I asked him if he was delusional. He replied with, “No. I just thought I would get a special kind of tire this time.”
“Oh really,Trump? Unless each tire has its own magical leprechaun, there is no way we are paying that for tires,” I answered.
After wandering soundlessly through the grocery store, he pipes up as we get back in the car, “I feel ill. I think I should go back and tell them I just want regular tires.” Good idea, now we can send our child to college.
We drive back to the tire store, and he begs me the entire way to go in there and make the change. I absolutely refuse. I will not be that wife. The one that everybody says, “Oh boy.
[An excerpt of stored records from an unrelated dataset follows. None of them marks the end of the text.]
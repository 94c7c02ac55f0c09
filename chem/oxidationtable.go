package chem

// The numbers that the rules of oxidation take as known: OpenStax Chemistry 2e, 4.2, and
// the usual numbers of the common anions (IUPAC Red Book 2005, table IX), from memory.

// fixedNumber returns the number of elements that have one in compounds.
func fixedNumber(z uint8) (float64, bool) {
	switch z {
	case 9:
		return -1, true
	case 3, 11, 19, 37, 55, 87, 47: // group 1, silver
		return 1, true
	case 4, 12, 20, 38, 56, 88, 30, 48: // group 2, zinc, cadmium
		return 2, true
	case 13, 31, 21, 39, 57: // aluminium, gallium, group 3
		return 3, true
	}
	return 0, false
}

// highestNumber returns the group number that an element doesn't pass.
func highestNumber(z uint8) (float64, bool) {
	switch z {
	case 5:
		return 3, true
	case 6, 14, 22:
		return 4, true
	case 7, 15, 33, 23:
		return 5, true
	case 16, 34, 24, 42, 74:
		return 6, true
	case 17, 35, 53, 25:
		return 7, true
	}
	return 0, false
}

// oxoNumber returns the number of the central atom of an anion with so many oxygen
// atoms for each: sulfate 4, nitrate 3, carbonate 3, phosphate 4 and so on.
func oxoNumber(z uint8, oxygen float64) (float64, bool) {
	switch [2]float64{float64(z), oxygen} {
	case [2]float64{16, 1.5}:
		return 2, true // thiosulfate
	case [2]float64{16, 2}, [2]float64{7, 2}, [2]float64{6, 2}, [2]float64{17, 2}, [2]float64{5, 3}:
		return 3, true // dithionite, nitrite, oxalate, chlorite, borate
	case [2]float64{16, 3}, [2]float64{16, 2.5}, [2]float64{6, 3}, [2]float64{14, 4}, [2]float64{14, 3}, [2]float64{34, 3}:
		return 4, true // sulfite, metabisulfite, carbonate, silicates, selenite
	case [2]float64{7, 3}, [2]float64{15, 4}, [2]float64{15, 3.5}, [2]float64{33, 4},
		[2]float64{17, 3}, [2]float64{35, 3}, [2]float64{53, 3}:
		return 5, true // nitrate, phosphate, diphosphate, arsenate, chlorate, bromate, iodate
	case [2]float64{16, 4}, [2]float64{34, 4}, [2]float64{24, 4}, [2]float64{24, 3.5}, [2]float64{42, 4}, [2]float64{74, 4}:
		return 6, true // sulfate, selenate, chromate, dichromate, molybdate, tungstate
	case [2]float64{17, 4}, [2]float64{53, 4}:
		return 7, true // perchlorate, periodate
	case [2]float64{17, 1}, [2]float64{35, 1}:
		return 1, true // hypochlorite, hypobromite
	}
	return 0, false
}
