package chem

import (
	"fmt"
	"math"
)

// RelativeVolatility returns how much faster a component leaves a liquid than
// another, from the vapour pressures of the pure liquids and the activity
// coefficients in the mixture (1 in an ideal one),
//
//	α = γa · pa / (γb · pb)
//
// It is (ya/yb)/(xa/xb) and the same in moles or in masses.
func RelativeVolatility(pa, pb Pressure, gammaA, gammaB float64) (float64, error) {
	of := "relative volatility"
	if err := firstError(
		mustBePositive(of, "vapour pressure", pa), mustBePositive(of, "vapour pressure", pb),
		mustBePositive(of, "activity coefficient", gammaA), mustBePositive(of, "activity coefficient", gammaB),
	); err != nil {
		return 0, err
	}
	return gammaA * float64(pa) / (gammaB * float64(pb)), nil
}

// RayleighLeft returns the share of a component that is left in the pot when a
// share of the other component, b, is left there and all vapour is taken away,
//
//	a/a0 = (b/b0)^α
//
// where α is the relative volatility of the component over the other, constant
// over the distillation. Source: Rayleigh, Phil. Mag. 4 (1902) 521, as in
// Treybal, Mass-Transfer Operations (from memory).
func RayleighLeft(alpha float64, otherLeft Fraction) Fraction {
	if otherLeft <= 0 {
		return 0
	}
	return Fraction(math.Pow(float64(min(otherLeft, 1)), max(alpha, 0)))
}

// RayleighOtherLeft returns the share of the other component that is left when
// the named one is down to a share, the inverse of RayleighLeft.
func RayleighOtherLeft(alpha float64, left Fraction) (Fraction, error) {
	of := "Rayleigh distillation"
	if err := firstError(mustBePositive(of, "relative volatility", alpha), mustBePositive(of, "share left", left), mustBeShare(of, "share left", left, true)); err != nil {
		return 0, err
	}
	return Fraction(math.Pow(float64(left), 1/alpha)), nil
}

// SteamedLeft returns the share of a component left in a pot whose water is
// kept at its level (steam blown in, or water dropped in), after a mass of water
// has gone over,
//
//	a/a0 = exp(−α · m(distilled) / m(water in pot))
func SteamedLeft(alpha float64, distilled, pot Mass) Fraction {
	if !(pot > 0) || !(distilled > 0) {
		return 1
	}
	return Fraction(math.Exp(-max(alpha, 0) * float64(distilled/pot)))
}

// RaoultVapour returns the partial pressures over an ideal mixture and the
// amount fraction of the first component in the vapour,
//
//	p = x1 · p1 + x2 · p2,   y1 = x1 · p1 / p
//
// where x are amount fractions in the liquid, p1 and p2 the vapour pressures of
// the pure liquids at its temperature. A component without vapour pressure
// counts with 0.
func RaoultVapour(x1 Fraction, p1, p2 Pressure) (first, second Pressure, y1 Fraction, err error) {
	of := "vapour over an ideal mixture"
	if err := mustBeShare(of, "amount fraction", x1, true); err != nil {
		return 0, 0, 0, err
	}
	first, second = p1*Pressure(x1), p2*Pressure(1-x1)
	if !(first >= 0) || !(second >= 0) || !(first+second > 0) || !Finite(first+second) {
		return 0, 0, 0, &DataError{Of: of, Err: ErrOutOfRange, Limit: "one vapour pressure at least must be above zero", Remedy: "give the vapour pressures of the pure liquids"}
	}
	return first, second, Fraction(first / (first + second)), nil
}

// A Strip is the state at which a solvent stops leaving a product.
type Strip struct {
	// SolventLeft is the amount of solvent left per amount of product.
	SolventLeft float64
	// SolventFraction is the amount fraction of solvent in the residue.
	SolventFraction Fraction
	// ProductLost is the share of the product that goes with the solvent; it is
	// an ideal-mixture figure without a column.
	ProductLost Fraction
}

// StripEnd returns the end point of stripping a solvent off a product at a bath
// temperature and pressure: by Raoult's law the residue stops boiling where
//
//	x · p(solvent) + (1 − x) · p(product) = p
//
// and the product lost on the way follows Rayleigh with α = p(product) /
// p(solvent), starting from ratio moles of solvent per mole of product. Both
// vapour pressures are those at the bath's temperature. The error wraps
// ErrImpossible where the solvent doesn't boil at all there, or where the
// product itself boils.
func StripEnd(solvent, product, p Pressure, ratio float64) (Strip, error) {
	of := "end point of stripping"
	if err := firstError(mustBePositive(of, "vapour pressure of the solvent", solvent), mustBePositive(of, "pressure", p), mustBePositive(of, "solvent per product", ratio)); err != nil {
		return Strip{}, err
	}
	if !(product >= 0) || product >= p {
		return Strip{}, &DataError{Of: of, Err: ErrImpossible, Limit: "the product would boil itself", Remedy: "use a cooler bath or a higher pressure"}
	}
	x := float64((p - product) / (solvent - product))
	if solvent <= p || x/(1-x) >= ratio {
		return Strip{}, &DataError{
			Of: of, Err: ErrImpossible,
			Limit:  fmt.Sprintf("the solution has %.3g kPa at the bath's temperature, the pressure is %.3g kPa", float64(product+(solvent-product)*Pressure(ratio/(1+ratio)))/1e3, p.Kilopascals()),
			Remedy: "use a warmer bath or a lower pressure",
		}
	}
	left := x / (1 - x)
	return Strip{
		SolventLeft:     left,
		SolventFraction: Fraction(x),
		ProductLost:     1 - stripProductLeft(float64(product/solvent), ratio, left),
	}, nil
}

// stripProductLeft solves the Rayleigh relation for the share of product left,
// with the solvent per product going from before to after: with b = product
// left, solvent left = b^(1/α) of its amount, so b^(1/α − 1) = after/before.
func stripProductLeft(alpha, before, after float64) Fraction {
	if alpha == 0 {
		return 1
	}
	return Fraction(math.Pow(after/before, alpha/(1-alpha)))
}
You know she wears the pants in the family.” I will, however, be that wife in the car when our future of electricity bill paying is at stake. (Then I will vehemently deny it if anyone asks.)
After my husband goes in there and they nicely make the change, he comes back to the car and states loudly, “I feel much better. I just saved the family quite a bit of money.” I don’t verbalize that he was the one that almost put Christmas in jeopardy, I stay silent.
After driving in the car for about 15 minutes and having discussed many other topics, I see him start to giggle to himself. I turned to him and ask,”What?” He proceeds to tell me that he told the mechanic at the tire place that he told his wife what kind of tires he was getting and being that she was pregnant and hormonal, she freaked out. (I am not pregnant and as a matter of fact, enjoying a nice latte in the parking lot.)
I can see that he is quite proud of himself. Pulling the lie off and of course, it’s his favorite past time, making up stories that involve me as the star.
I sigh as I realize we are married, and this is how we get our kicks. I know this is okay because I love to hog the remote and watch reality shows, knowing there is a breaking story of a highway car chase on another channel. I particularly love the moment when I casually say, twenty minutes after it started, “Hey did you hear about that car chase?” The look on his face is priceless as he grabs the remote, exclaiming, “What? Omigod! Why didn’t you tell me?” I watch as he fumbles for the buttons on the remote, freaking out that he might actually miss something that will be re-run on every channel for the next 6 hours.
Pure pleasure.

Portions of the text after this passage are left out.